< Hosea 12 >

1 Efraïm verlangt naar wind en jaagt de stormen na, Hij is altijd uit op valsheid en leugen: Met Assjoer sluiten zij een verbond, Naar Egypte brengen zij olie.
Ephraïm se repaît de vent, et il court après le vent d'orient. Tout le jour il accumule le mensonge et la violence; ils concluent alliance avec Assur, et l'huile est transportée en Egypte.
2 Daarom zal Jahweh Israël richten, En Jakob bestraffen, Hem naar zijn gedrag En zijn werken vergelden.
Yahweh a aussi procès avec Juda; il va châtier Jacob selon ses voies, il lui rendra selon ses œuvres.
3 In de moederschoot heeft hij zijn broer onderkropen, In zijn mannelijke kracht met God durven worstelen;
Dans le sein de sa mère, Jacob supplanta son frère, et dans sa vigueur il lutta avec Dieu.
4 Met den engel gestreden en hem overwonnen, Wenend hem om genade gesmeekt. In Betel vond hij Hem terug; Daar sprak Jahweh tot hem,
Il lutta avec l'ange et il eut le dessus; il pleura et lui demanda grâce; il le trouva ensuite à Béthel, et là Dieu a parlé avec nous.
5 De God der heirscharen, Jahweh is zijn Naam:
Or Yahweh est le Dieu des armées, son nom est Yahweh.
6 "Met de hulp van uw God keert ge terug; Houd u aan vroomheid en recht, Blijf vertrouwen op uw God In Kanaän voor altijd!"
Et toi, tu reviendras à ton Dieu; garde la bonté et la justice, et espère en ton Dieu toujours.
7 Maar gaarne bedroog hij met valse schalen,
Chanaan tient dans sa main une balance fausse, il aime à extorquer.
8 Efraïm zeide: Als ik maar rijk word, en vermogen verwerf; Maar al zijn winsten wogen niet op Tegen de misdaad, die hij beging.

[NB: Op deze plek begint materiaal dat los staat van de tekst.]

// putModel stores a new version unless the latest one has the same hash,
// on {model:NAME}. KEYS: head, info, doc. ARGV: hash, info JSON, doc,
// token. Returns {version, created (0/1), info JSON}. A retry of a call
// whose reply was lost finds its own token and still reports created.
var putModelScript = redis.NewScript(`
local h = redis.call('HMGET', KEYS[1], 'version', 'hash', 'tok')
if h[1] and h[2] == ARGV[1] then
  local created = 0
  if h[3] == ARGV[4] then created = 1 end
  return {tonumber(h[1]), created, redis.call('HGET', KEYS[2], h[1])}
end
local v = redis.call('HINCRBY', KEYS[1], 'version', 1)
redis.call('HSET', KEYS[1], 'hash', ARGV[1], 'tok', ARGV[4])
redis.call('HSET', KEYS[2], v, ARGV[2])
redis.call('HSET', KEYS[3], v, ARGV[3])
return {v, 1, ARGV[2]}
`)

// listModel enters a model name in the name index, on {global}, and ends
// the put in progress that announced it (if its mark is still the one
// given). ARGV: G, name, mark ("" for none).
// Returns 1 when the name was not listed before, else 0.
var listModelScript = redis.NewScript(luaGlobal + `
local added = redis.call('ZADD', G .. ':models', 0, ARGV[2])
if ARGV[3] ~= '' and redis.call('HGET', G .. ':modelputs', ARGV[2]) == ARGV[3] then
  redis.call('HDEL', G .. ':modelputs', ARGV[2])
end
return added
`)

// dropModelMark ends the put in progress of a model whose versions were
// not stored (the put stopped before), on {global}, if its mark is still
// the one given. ARGV: G, name, mark.
var dropModelMarkScript = redis.NewScript(luaGlobal + `
if redis.call('HGET', G .. ':modelputs', ARGV[2]) == ARGV[3] then
  redis.call('HDEL', G .. ':modelputs', ARGV[2])
end
return 1
`)

// announceModel marks a put of a model in progress, on {global}, so that
// the sweep lists the model if the put stops before it does. ARGV: G,
// name, random text. Returns the mark: the server time in ms and the
// random text.
var announceModelScript = redis.NewScript(luaGlobal + `
local mark = now_ms() .. '-' .. ARGV[3]
redis.call('HSET', G .. ':modelputs', ARGV[2], mark)
return mark
`)

// getModel reads a version (0: the latest).
// KEYS: head, info, doc. ARGV: version, with doc (0/1).
// Returns false when absent, else {version, info JSON, doc or empty}.
var getModelScript = redis.NewScript(`
local v = ARGV[1]
if v == '0' then
  v = redis.call('HGET', KEYS[1], 'version')
  if not v then return false end
end
local info = redis.call('HGET', KEYS[2], v)
if not info then return false end
local doc = ''
if ARGV[2] == '1' then doc = redis.call('HGET', KEYS[3], v) or '' end
return {tonumber(v), info, doc}
`)

// deleteModel removes every version, on {model:NAME}. KEYS: head, info,
// doc. Returns 0 when there was no such model.
var deleteModelScript = redis.NewScript(`
if redis.call('EXISTS', KEYS[1]) == 0 then return 0 end
redis.call('DEL', KEYS[1], KEYS[2], KEYS[3])
return 1
`)
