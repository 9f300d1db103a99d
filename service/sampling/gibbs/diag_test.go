package gibbs

import (
	"errors"
	"math"
	"math/rand/v2"
	"testing"

	"gonum.org/v1/gonum/stat/distuv"
)

// Family-wise false-failure rate of each statistical check in this file.
const diagAlpha = 0.001

func iidNormalChains(seed uint64, chains, n int) [][]float64 {
	rng := rand.New(rand.NewPCG(seed, 1))
	d := make([][]float64, chains)
	for c := range d {
		d[c] = make([]float64, n)
		for i := range d[c] {
			d[c][i] = rng.NormFloat64()
		}
	}
	return d
}

// ar1Chains draws stationary Gaussian AR(1) chains x_t = ρ x_{t−1} + ε_t,
// ε_t ~ N(0, 1), started from the stationary law N(0, 1/(1−ρ²)).
func ar1Chains(seed uint64, chains, n int, rho float64) [][]float64 {
	rng := rand.New(rand.NewPCG(seed, 2))
	d := make([][]float64, chains)
	for c := range d {
		d[c] = make([]float64, n)
		x := rng.NormFloat64() / math.Sqrt(1-rho*rho)
		for i := range d[c] {
			d[c][i] = x
			x = rho*x + rng.NormFloat64()
		}
	}
	return d
}

// twoStateChains draws stationary two-state Markov chains (values 0 and 1)
// switching 0→1 with probability a and 1→0 with probability b.
func twoStateChains(seed uint64, chains, n int, a, b float64) [][]float64 {
	rng := rand.New(rand.NewPCG(seed, 3))
	d := make([][]float64, chains)
	for c := range d {
		d[c] = make([]float64, n)
		x := 0.0
		if rng.Float64() < a/(a+b) { // stationary P(1) = a/(a+b)
			x = 1
		}
		for i := range d[c] {
			d[c][i] = x
			u := rng.Float64()
			if x == 0 && u < a {
				x = 1
			} else if x == 1 && u < b {
				x = 0
			}
		}
	}
	return d
}

// essWithLag returns the bulk ESS and the truncation lag (the number of
// autocorrelations summed), which sets the variance of the estimate.
func essWithLag(t *testing.T, draws [][]float64) (float64, int) {
	t.Helper()
	z, m, n, err := splitRankNormal(draws)
	if err != nil {
		t.Fatal(err)
	}
	centreChains(z, m, n)
	return essCentred(z, m, n, make([]float64, n+1))
}

// essBand is the relative tolerance for an ESS estimate from N draws with a
// truncation window of w lags: the integrated autocorrelation time
// estimated over a window of w lags has variance ≈ 2(2w+1)/N · τ² (Madras &
// Sokal 1988, J. Stat. Phys. 50:109-186, eq. 2.22; Sokal 1997, "Monte Carlo
// methods in statistical mechanics", eq. 3.19 — from memory), so ESS = N/τ
// has relative standard deviation ≈ sqrt(2(2w+1)/N).
func essBand(total float64, w int) float64 {
	return twoSidedZ(diagAlpha) * math.Sqrt(2*float64(2*w+1)/total)
}

func TestRankNormalisationAverageRanksForTies(t *testing.T) {
	// One chain of 12 draws, split into halves of 6. Values with ties:
	// sorted, 0 appears 5 times (ranks 1-5, average 3), 1 appears 4 times
	// (ranks 6-9, average 7.5), 2 once (rank 10), 3 twice (ranks 11-12,
	// average 11.5). Scores: Φ⁻¹((r − 3/8)/(S − 1/4)) with S = 12
	// (Vehtari et al. 2021, eq. 14); Φ⁻¹ from gonum.
	draws := [][]float64{{0, 1, 3, 0, 2, 1, 0, 0, 1, 3, 1, 0}}
	avgRank := map[float64]float64{0: 3, 1: 7.5, 2: 10, 3: 11.5}
	z, m, n, err := splitRankNormal(draws)
	if err != nil {
		t.Fatal(err)
	}
	if m != 2 || n != 6 {
		t.Fatalf("split gave %d chains of %d, want 2 of 6", m, n)
	}
	for i, v := range draws[0] {
		want := distuv.UnitNormal.Quantile((avgRank[v] - 3.0/8) / (12 - 1.0/4))
		if math.Abs(z.vals[i]-want) > 1e-12 {
			t.Errorf("draw %d (value %g): score %v, want %v", i, v, z.vals[i], want)
		}
	}

	// An odd-length chain drops its middle draw.
	_, m, n, err = splitRankNormal([][]float64{{5, 4, 3, 2, 1, 0, 9, 8, 7, 6, 5, 4, 3}})
	if err != nil || m != 2 || n != 6 {
		t.Fatalf("odd chain: m=%d n=%d err=%v, want 2 halves of 6", m, n, err)
	}
}

func TestSplitRHatIIDNormal(t *testing.T) {
	// For iid normal draws split into M = 8 half-chains of n = 500, the ratio
	// of the between to the within mean square is F(M−1, M(n−1))
	// distributed (one-way analysis of variance, common practice), and
	// R-hat² = (n−1)/n + F/n. Rank normalisation of normal draws keeps them
	// (almost exactly) normal. Bounds: F quantiles at diagAlpha/2 each side.
	const chains, perChain = 4, 1000
	m, n := 2*chains, perChain/2
	f := distuv.F{D1: float64(m - 1), D2: float64(m * (n - 1))}
	lo := math.Sqrt(float64(n-1)/float64(n) + f.Quantile(diagAlpha/2)/float64(n))
	hi := math.Sqrt(float64(n-1)/float64(n) + f.Quantile(1-diagAlpha/2)/float64(n))
	rhat, err := SplitRHat(iidNormalChains(11, chains, perChain))
	if err != nil {
		t.Fatal(err)
	}
	t.Logf("iid R-hat %.5f in [%.5f, %.5f]", rhat, lo, hi)
	if rhat < lo || rhat > hi {
		t.Errorf("R-hat of iid draws = %.5f, want within [%.5f, %.5f]", rhat, lo, hi)
	}
	if hi > RHatLimit {
		t.Errorf("test design: upper bound %.5f should sit below the 1.01 threshold", hi)
	}
}

func TestSplitRHatShiftedChain(t *testing.T) {
	// Three chains iid N(0,1), the fourth N(1,1). Two of the eight half
	// chains are shifted by δ ≈ 1 (a bit less on the normal-score scale);
	// their means then give a between mean square of about n·1.5δ²/7 ≈ 107δ²
	// for n = 500, so R-hat² ≈ 1 + 0.21δ², far above 1.01² = 1.0201 for any
	// δ ≥ 0.35, while the no-shift fluctuation of F/n is below 0.008 at the
	// 0.9995 quantile (previous test).
	d := iidNormalChains(12, 4, 1000)
	for i := range d[3] {
		d[3][i]++
	}
	rhat, err := SplitRHat(d)
	if err != nil {
		t.Fatal(err)
	}
	if rhat <= RHatLimit {
		t.Errorf("R-hat with a shifted chain = %.5f, want > %.2f", rhat, RHatLimit)
	}
	// A chain whose halves disagree (a trend) is caught by the split even
	// when there is only one chain.
	one := iidNormalChains(13, 1, 2000)
	for i := range one[0] {
		if i >= 1000 {
			one[0][i] += 1
		}
	}
	rhat, err = SplitRHat(one)
	if err != nil {
		t.Fatal(err)
	}
	if rhat <= RHatLimit {
		t.Errorf("split R-hat of a chain with a level shift = %.5f, want > %.2f", rhat, RHatLimit)
	}
}

func TestBulkESSIIDNormal(t *testing.T) {
	// Independent draws: ESS = N (closed form, common practice).
	const chains, perChain = 4, 2500
	total := float64(chains * perChain)
	ess, lag := essWithLag(t, iidNormalChains(21, chains, perChain))
	t.Logf("iid: ESS %.0f of %.0f, band ±%.4f, lag %d", ess, total, essBand(total, lag), lag)
	if tol := essBand(total, lag); math.Abs(ess/total-1) > tol {
		t.Errorf("ESS of %v iid draws = %.0f, want within ±%.1f%%", total, ess, 100*tol)
	}
	got, err := BulkESS(iidNormalChains(21, chains, perChain))
	if err != nil || got != ess {
		t.Errorf("BulkESS = %v, %v; want %v", got, err, ess)
	}
}

func TestBulkESSAR1(t *testing.T) {
	// Stationary AR(1) with coefficient ρ: autocorrelation ρ^t, so
	// τ = (1+ρ)/(1−ρ) and ESS = N(1−ρ)/(1+ρ) (closed form, common practice).
	// Normal scores of a Gaussian series are close to the series itself, so
	// the rank-normalised ESS has the same target.
	for _, tc := range []struct {
		rho      float64
		perChain int
		seed     uint64
	}{{0.5, 10000, 31}, {0.9, 50000, 32}} {
		const chains = 4
		total := float64(chains * tc.perChain)
		want := total * (1 - tc.rho) / (1 + tc.rho)
		ess, lag := essWithLag(t, ar1Chains(tc.seed, chains, tc.perChain, tc.rho))
		t.Logf("ρ=%.1f: ESS %.0f, closed form %.0f, ratio %.4f, band ±%.4f, lag %d", tc.rho, ess, want, ess/want, essBand(total, lag), lag)
		if tol := essBand(total, lag); math.Abs(ess/want-1) > tol {
			t.Errorf("ρ=%.1f: ESS = %.0f, want %.0f within ±%.1f%% (truncation lag %d)", tc.rho, ess, want, 100*tol, lag)
		}
	}
}

func TestBulkESSTwoStateChain(t *testing.T) {
	// A stationary two-state Markov chain with switch probabilities a (0→1)
	// and b (1→0) has autocorrelation λ^t with λ = 1−a−b, so
	// ESS = N(1−λ)/(1+λ) (closed form, common practice). Its draws are all
	// ties, the case average ranks must handle; the indicator fast path used
	// by the sampler must agree with the general one exactly.
	const chains, perChain = 4, 20000
	a, b := 0.1, 0.2
	lambda := 1 - a - b
	total := float64(chains * perChain)
	want := total * (1 - lambda) / (1 + lambda)
	d := twoStateChains(41, chains, perChain, a, b)
	ess, lag := essWithLag(t, d)
	t.Logf("two-state: ESS %.0f, closed form %.0f, ratio %.4f, band ±%.4f, lag %d", ess, want, ess/want, essBand(total, lag), lag)
	if tol := essBand(total, lag); math.Abs(ess/want-1) > tol {
		t.Errorf("two-state chain: ESS = %.0f, want %.0f within ±%.1f%%", ess, want, 100*tol)
	}
	rhat, err := SplitRHat(d)
	if err != nil {
		t.Fatal(err)
	}

	// Same draws through the sampler's indicator path (state 1 of a
	// two-state target).
	r := &runner{chains: make([]*chain, chains)}
	for c := range r.chains {
		s := series{u8: make([]uint8, perChain)}
		for i, v := range d[c] {
			s.u8[i] = uint8(v)
		}
		r.chains[c] = &chain{store: []series{s}}
	}
	n := perChain / 2
	sc := newDiagScratch(2*chains, n)
	rh1, es1, varies := r.indicatorDiag(0, 1, n, sc)
	if !varies {
		t.Fatal("indicator path: draws reported constant")
	}
	if math.Abs(rh1-rhat) > 1e-9 || math.Abs(es1-ess) > 1e-6*ess {
		t.Errorf("indicator path R-hat %v ESS %v, general path R-hat %v ESS %v", rh1, es1, rhat, ess)
	}
	// The indicator of state 0 is an affine image of that of state 1:
	// R-hat and ESS are invariant.
	rh0, es0, _ := r.indicatorDiag(0, 0, n, sc)
	if math.Abs(rh0-rh1) > 1e-9 || math.Abs(es0-es1) > 1e-6*es1 {
		t.Errorf("state 0: R-hat %v ESS %v; state 1: R-hat %v ESS %v", rh0, es0, rh1, es1)
	}
}

func TestSplitRHatMatchesClassicFormulaOnBinaryDraws(t *testing.T) {
	// For draws with two distinct values, rank normalisation is an affine
	// map, and R-hat is affine invariant, so the rank-normalised split R-hat
	// equals the classic split R-hat of the raw draws: Gelman et al. (2013),
	// Bayesian Data Analysis, 3rd ed., section 11.4, computed here directly.
	d := twoStateChains(51, 3, 601, 0.05, 0.1)
	for i := range d[2] {
		if i%7 == 0 {
			d[2][i] = 1 // make one chain disagree a little
		}
	}
	got, err := SplitRHat(d)
	if err != nil {
		t.Fatal(err)
	}
	l := len(d[0])
	n := l / 2
	var halves [][]float64
	for _, c := range d {
		halves = append(halves, c[:n], c[l-n:])
	}
	m := float64(len(halves))
	means := make([]float64, len(halves))
	grand, w := 0.0, 0.0
	for j, h := range halves {
		for _, v := range h {
			means[j] += v
		}
		means[j] /= float64(n)
		grand += means[j] / m
		s2 := 0.0
		for _, v := range h {
			s2 += (v - means[j]) * (v - means[j])
		}
		w += s2 / float64(n-1) / m
	}
	b := 0.0
	for _, mu := range means {
		b += (mu - grand) * (mu - grand)
	}
	b *= float64(n) / (m - 1)
	want := math.Sqrt((float64(n-1)/float64(n)*w + b/float64(n)) / w)
	if math.Abs(got-want) > 1e-9 {
		t.Errorf("rank-normalised split R-hat %v, classic split R-hat %v", got, want)
	}
}

func TestDiagnosticsBadInput(t *testing.T) {
	if _, err := SplitRHat(nil); !errors.Is(err, ErrTooFewDraws) {
		t.Errorf("no chains: err = %v, want ErrTooFewDraws", err)
	}
	if _, err := BulkESS([][]float64{make([]float64, 11)}); !errors.Is(err, ErrTooFewDraws) {
		t.Errorf("11 draws: err = %v, want ErrTooFewDraws", err)
	}
	if _, err := BulkESS([][]float64{make([]float64, 20), make([]float64, 21)}); !errors.Is(err, ErrTooFewDraws) {
		t.Errorf("unequal chains: err = %v, want ErrTooFewDraws", err)
	}
	if _, err := SplitRHat([][]float64{make([]float64, 20)}); !errors.Is(err, ErrConstantDraws) {
		t.Errorf("constant draws: err = %v, want ErrConstantDraws", err)
	}
	bad := make([]float64, 20)
	bad[3] = math.NaN()
	if _, err := SplitRHat([][]float64{bad}); err == nil {
		t.Error("NaN draw accepted")
	}
	// Each half-chain constant, halves disagreeing: R-hat is infinite.
	split := make([]float64, 20)
	for i := 10; i < 20; i++ {
		split[i] = 1
	}
	if r, err := SplitRHat([][]float64{split}); err != nil || !math.IsInf(r, 1) {
		t.Errorf("disagreeing constant halves: R-hat %v, %v; want +Inf", r, err)
	}
}

func TestLagCountMatchesBruteForce(t *testing.T) {
	// The bitset lag products used for indicators, against a direct count
	// over every lag of random bit strings with lengths around word edges.
	rng := rand.New(rand.NewPCG(61, 4))
	for _, n := range []int{1, 63, 64, 65, 127, 128, 129, 300} {
		x := make([]bool, n)
		b := make([]uint64, (n+63)/64)
		for i := range x {
			if rng.Float64() < 0.6 {
				x[i] = true
				b[i>>6] |= 1 << (i & 63)
			}
		}
		for lag := 0; lag < n; lag++ {
			want := 0
			for i := 0; i+lag < n; i++ {
				if x[i] && x[i+lag] {
					want++
				}
			}
			if got := lagCount(b, n, lag); got != want {
				t.Fatalf("n=%d lag=%d: lagCount %d, brute force %d", n, lag, got, want)
			}
		}
	}
}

Ephraïm dit: " Pourtant je me suis enrichi, je me suis fait une fortune; dans tous mes gains, on ne trouvera pas pour moi un tort qui soit un péché. "
9 Ik ben Jahweh, uw God, Van Egypteland af: Ik zal u weer onder tenten doen wonen Als in vroegere tijd.
Et moi je suis Yahweh, ton Dieu, depuis le pays d'Egypte; je te ferai encore habiter dans les tentes, comme aux jours de fête.
10 Ik heb tot de profeten gesproken, En vele visioenen doen zien; Door de mond der profeten Kondig ik hun ondergang aan.
Et j'ai parlé aux prophètes, et moi, j'ai multiplié la vision; et, par l'intermédiaire des prophètes, j'ai parlé en paraboles.
11 In Gilad heerst enkel slechtheid en leugen, In Gilgal brengen ze stieren ten offer: Zo zullen hun altaren tot steenhopen worden In de voren der akkers.
Si Galaad est vanité, ils ne seront que néant; à Galgal, ils ont sacrifié des taureaux; aussi leurs autels seront comme des monceaux de pierres, sur les sillons des champs.
12 Jakob vluchtte naar de vlakte van Aram, Voor een vrouw heeft Israël gediend en de kudde gehoed:
Jacob s'enfuit dans la plaine d'Aram; Israël servit pour une femme, et pour une femme il garda les troupeaux.
13 Maar door een profeet heeft Jahweh Israël uit Egypte geleid, Door een profeet hem gehoed.
Et par un prophète, Yahweh fit monter Israël hors d'Egypte, et par un prophète il fut gardé.
14 Maar Efraïm is bitter Zijn God blijven tarten: Nu zal de Heer zijn bloedschuld wreken, En zijn hoon hem vergelden!
Ephraïm a provoqué amèrement la colère divine; Il laissera tomber son sang sur lui, et son Seigneur lui rendra son outrage.